Taux de change observé en septembre 2015 : 1M IDR = 61,8 € 1 bouteille d'eau = de 4.000 IDR (en grande surface) à 10.000 IDR (dans les cottages des Togian) 1 paquet de cigarettes = 22.000 IDR 1 Bintang 60cl = entre 30.000 et 55.000 IDR selon l'endroit
MANADO Après 3 jours à Bangkok, j'en enchaîné un Bangkok - Jakarta (Air Asia) et un Jakarta - Manado (Garuda). Rien à redire dans les deux cas, vols tout à fait ponctuels. Trajet aéroport - centre ville de Manado en taxi : 100.000 IDR (pas tenté de négocier) 2 nuits à l'Hotel Celebes (chambres simples mais propres, vue sympa depuis les étages sur le port) : 165.000 IDR / nuit (pas de clim, sdb à l'étage) Visite en taxi de Tomohon, Danau Tondano, Danau Linau, source d'eau chaude : 200.000 IDR pour 1/2 journée avec le chauffeur qui m'a servi de guide. Départ en bus, direction Gorontalo, tôt le lendemain matin vers 5h30 (110.000 IDR le trajet) : bus absolument pas climatisé, mais ambiance très sympa (bon, d'accord, tout le monde fume, mais tout le monde te propose des cigarettes ^^) et beaux paysages. J'ai mis environ 8 heures pour arriver à Kwandang, où je suis descendu.

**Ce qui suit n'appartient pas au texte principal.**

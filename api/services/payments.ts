import { and, desc, eq, gt } from 'drizzle-orm';
import type Stripe from 'stripe';
import { documentNumber, unpaidStatuses } from '@shared/billing/invoices';
import type { CheckoutStarted } from '@shared/schemas/billing';
import type { AppDeps } from '../deps';
import { checkoutSessions, invoices, paymentEvents, payments, tanks } from '../db/schema/index';
import { appOrigin } from '../env';
import { badRequest, conflict, notFound } from '../lib/http-error';
import { visibleTanks } from '../policy/index';
import type { Actor } from './actors';
import { announceInvoiceEvent, invoiceLink } from './invoice-notify';
import { applyPayment } from './invoices';

/*
 * Online payment through the provider's hosted checkout. "Pay now" makes a checkout session for what
 * is still owed and sends the owner to the provider's page; the result comes back only through the
 * provider's signed webhook, never from the browser's return. Each event is stored by its id in the
 * transaction that applies it, so a replayed or duplicated delivery changes nothing, and the order
 * events arrive in does not matter: a completed payment is recorded once whatever came before it,
 * and an expiry only closes a session that is still open.
 */

/** How long the owner has to pay on the provider's page (the provider allows 30 minutes to 24 hours). */
const checkoutMinutes = 60;

const paymentsOff = () =>
  conflict('payments_off', 'Online payment is not set up for this company. Pay by the means on the invoice.');

export async function startCheckout(
  deps: AppDeps,
  actor: Actor,
  invoiceId: string,
): Promise<CheckoutStarted> {
  const provider = deps.payments;
  const { db } = deps;
  const [row] = await db
    .select({ invoice: invoices, tankName: tanks.name })
    .from(invoices)
    .innerJoin(tanks, eq(tanks.id, invoices.tankId))
    .where(and(eq(invoices.id, invoiceId), eq(invoices.companyId, actor.companyId), visibleTanks(db, actor)));
  if (!row || row.invoice.status === 'draft') throw notFound('invoice');
  const { invoice } = row;
  if (invoice.kind !== 'invoice' || !unpaidStatuses.includes(invoice.status)) {
    throw conflict(
      'not_payable',
      invoice.status === 'paid'
        ? 'This invoice is already paid. Thank you.'
        : 'This invoice is cancelled; there is nothing to pay.',
    );
  }
  if (!provider) throw paymentsOff();
  const owed = invoice.totalMinor + invoice.creditedMinor - invoice.paidMinor;
  if (owed <= 0) throw conflict('not_payable', 'Nothing is owed on this invoice.');
  const now = deps.clock();

  // A session still open for the same amount is offered again rather than a second one made, so
  // two tabs cannot pay the same invoice twice.
  const [open] = await db
    .select()
    .from(checkoutSessions)
    .where(
      and(
        eq(checkoutSessions.invoiceId, invoice.id),
        eq(checkoutSessions.status, 'open'),
        eq(checkoutSessions.amountMinor, owed),
        gt(checkoutSessions.expiresAt, new Date(now.getTime() + 5 * 60_000)),
      ),
    )
    .orderBy(desc(checkoutSessions.createdAt))
    .limit(1);
  if (open) return { url: open.url };

  const origin = appOrigin(deps.env);
  const number = documentNumber('invoice', invoice.number)!;
  const attempts = await db.$count(checkoutSessions, eq(checkoutSessions.invoiceId, invoice.id));
  let session: Stripe.Checkout.Session;
  try {
    session = await provider.stripe.checkout.sessions.create(
      {
        mode: 'payment',
        line_items: [
          {
            quantity: 1,
            price_data: {
              currency: invoice.currency.toLowerCase(),
              unit_amount: owed,
              product_data: { name: `Invoice ${number} — ${row.tankName}` },
            },
          },
        ],
        client_reference_id: invoice.id,
        customer_email: invoice.billToEmail || undefined,
        metadata: { invoiceId: invoice.id, companyId: invoice.companyId, number },
        payment_intent_data: { metadata: { invoiceId: invoice.id, number } },
        success_url: `${origin}${invoiceLink(invoice.id)}?paid=1`,
        cancel_url: `${origin}${invoiceLink(invoice.id)}`,
        expires_at: Math.floor(now.getTime() / 1000) + checkoutMinutes * 60,
      },
      // The same attempt retried (a lost answer) gets the same session back from the provider.
      { idempotencyKey: `checkout-${invoice.id}-${attempts + 1}-${owed}` },
    );
  } catch (error) {
    deps.logger.error(
      { err: error, invoiceId: invoice.id },
      'the payment provider refused a checkout session',
    );
    throw conflict(
      'provider_unavailable',
      'The payment page could not be opened just now. Try again in a minute.',
    );
  }
  if (!session.url) throw conflict('provider_unavailable', 'The payment page could not be opened just now.');
  await db
    .insert(checkoutSessions)
    .values({
      id: session.id,
      companyId: invoice.companyId,
      invoiceId: invoice.id,
      amountMinor: owed,
      currency: invoice.currency,
      url: session.url,
      expiresAt: new Date(session.expires_at * 1000),
      createdBy: actor.id,
    })
    .onConflictDoNothing();
  return { url: session.url };
}

export interface WebhookOutcome {
  received: true;
  /** What the event did: applied, duplicate, or why it changed nothing. */
  outcome: string;
}

/**
 * The provider's webhook. The signature is checked over the exact bytes (400 and nothing stored when
 * it is missing or wrong); then, in one transaction, the event is stored by id and applied.
 */
export async function receiveWebhook(
  deps: AppDeps,
  rawBody: Buffer | undefined,
  signature: string | undefined,
): Promise<WebhookOutcome> {
  const provider = deps.payments;
  if (!provider) throw paymentsOff();
  if (!rawBody || !signature) {
    throw badRequest('invalid_signature', 'A signed event from the payment provider is expected here.');
  }
  let event: Stripe.Event;
  try {
    // The signature's age is judged on the app's clock (the provider's default tolerance of 300 s).
    event = provider.stripe.webhooks.constructEvent(
      rawBody,
      signature,
      provider.webhookSecret,
      undefined,
      undefined,
      deps.clock().getTime(),
    );
  } catch {
    throw badRequest('invalid_signature', 'The event’s signature does not match; it was not accepted.');
  }
  const session = event.type.startsWith('checkout.session.')
    ? (event.data.object as Stripe.Checkout.Session)
    : null;
  const { outcome, receiptEvent } = await deps.db.transaction(async (tx) => {
    const [stored] = await tx
      .insert(paymentEvents)
      .values({
        id: event.id,
        type: event.type,
        occurredAt: new Date(event.created * 1000),
        checkoutSessionId: session?.id ?? null,
        outcome: 'received',
        payload: event,
      })
      .onConflictDoNothing()
      .returning({ id: paymentEvents.id });
    if (!stored) return { outcome: 'duplicate', receiptEvent: null };
    const result = session
      ? await applySessionEvent(tx, event.type, session, new Date(event.created * 1000))
      : { outcome: 'ignored', receiptEvent: null };
    await tx
      .update(paymentEvents)
      .set({ outcome: result.outcome, invoiceId: result.invoiceId ?? null })
      .where(eq(paymentEvents.id, event.id));
    return result;
  });
  if (outcome === 'unknown-session') {
    deps.logger.warn(
      { eventId: event.id, sessionId: session?.id },
      'payment event for a checkout session we did not make',
    );
  } else if (outcome === 'paid-after-settled') {
    deps.logger.error(
      { eventId: event.id, sessionId: session?.id },
      'a payment arrived for an invoice already settled; refund it',
    );
  }
  if (receiptEvent) await announceInvoiceEvent(deps, receiptEvent);
  return { received: true, outcome };
}

type Tx = Parameters<Parameters<AppDeps['db']['transaction']>[0]>[0];

async function applySessionEvent(
  tx: Tx,
  type: string,
  session: Stripe.Checkout.Session,
  occurredAt: Date,
): Promise<{ outcome: string; receiptEvent: string | null; invoiceId?: string }> {
  const [known] = await tx
    .select()
    .from(checkoutSessions)
    .where(eq(checkoutSessions.id, session.id))
    .for('update');
  if (!known) return { outcome: 'unknown-session', receiptEvent: null };
  const invoiceId = known.invoiceId;
  const paid =
    (type === 'checkout.session.completed' || type === 'checkout.session.async_payment_succeeded') &&
    session.payment_status === 'paid';
  if (paid) {
    await tx.update(checkoutSessions).set({ status: 'complete' }).where(eq(checkoutSessions.id, session.id));
    const [already] = await tx
      .select({ id: payments.id })
      .from(payments)
      .where(eq(payments.checkoutSessionId, session.id));
    if (already) return { outcome: 'already-recorded', receiptEvent: null, invoiceId };
    const [invoice] = await tx.select().from(invoices).where(eq(invoices.id, invoiceId)).for('update');
    if (!invoice) return { outcome: 'unknown-session', receiptEvent: null };
    const settledBefore = !unpaidStatuses.includes(invoice.status);
    // Money the provider took is always recorded, even when the invoice was settled meanwhile (two
    // tabs, a bank transfer): the balance then shows the overpayment to refund.
    const receiptEvent = await applyPayment(tx, invoice, {
      method: 'card-online',
      amountMinor: session.amount_total ?? known.amountMinor,
      receivedAt: occurredAt,
      checkoutSessionId: session.id,
      providerPaymentId:
        typeof session.payment_intent === 'string'
          ? session.payment_intent
          : (session.payment_intent?.id ?? null),
      // The session and payment ids are kept in their own columns; the reference is for people.
      reference: '',
    });
    return { outcome: settledBefore ? 'paid-after-settled' : 'applied', receiptEvent, invoiceId };
  }
  if (type === 'checkout.session.expired') {
    if (known.status !== 'open') return { outcome: 'ignored', receiptEvent: null, invoiceId };
    await tx.update(checkoutSessions).set({ status: 'expired' }).where(eq(checkoutSessions.id, session.id));
    return { outcome: 'applied', receiptEvent: null, invoiceId };
  }
  return { outcome: 'ignored', receiptEvent: null, invoiceId };
}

SARONDE ISLAND Toute petite île (on en fait le tour en 10 minutes) accessible depuis le port de Kwandang (demander aux pêcheurs du port, A/R environ 200.000 IDR). Après-midi magique avec des jeunes des environs, séance photos. A la tombée de la nuit, tout le monde a déserté l'île, je me suis retrouvé tout seul dans mon bungalow au dessus de l'eau. Superbe lever de soleil le lendemain. 1 nuit en bungalow à Saronde = 300.000 IDR avec petit déj. L'île juste à côté (Mohingitto) est idéale pour le snorkeling.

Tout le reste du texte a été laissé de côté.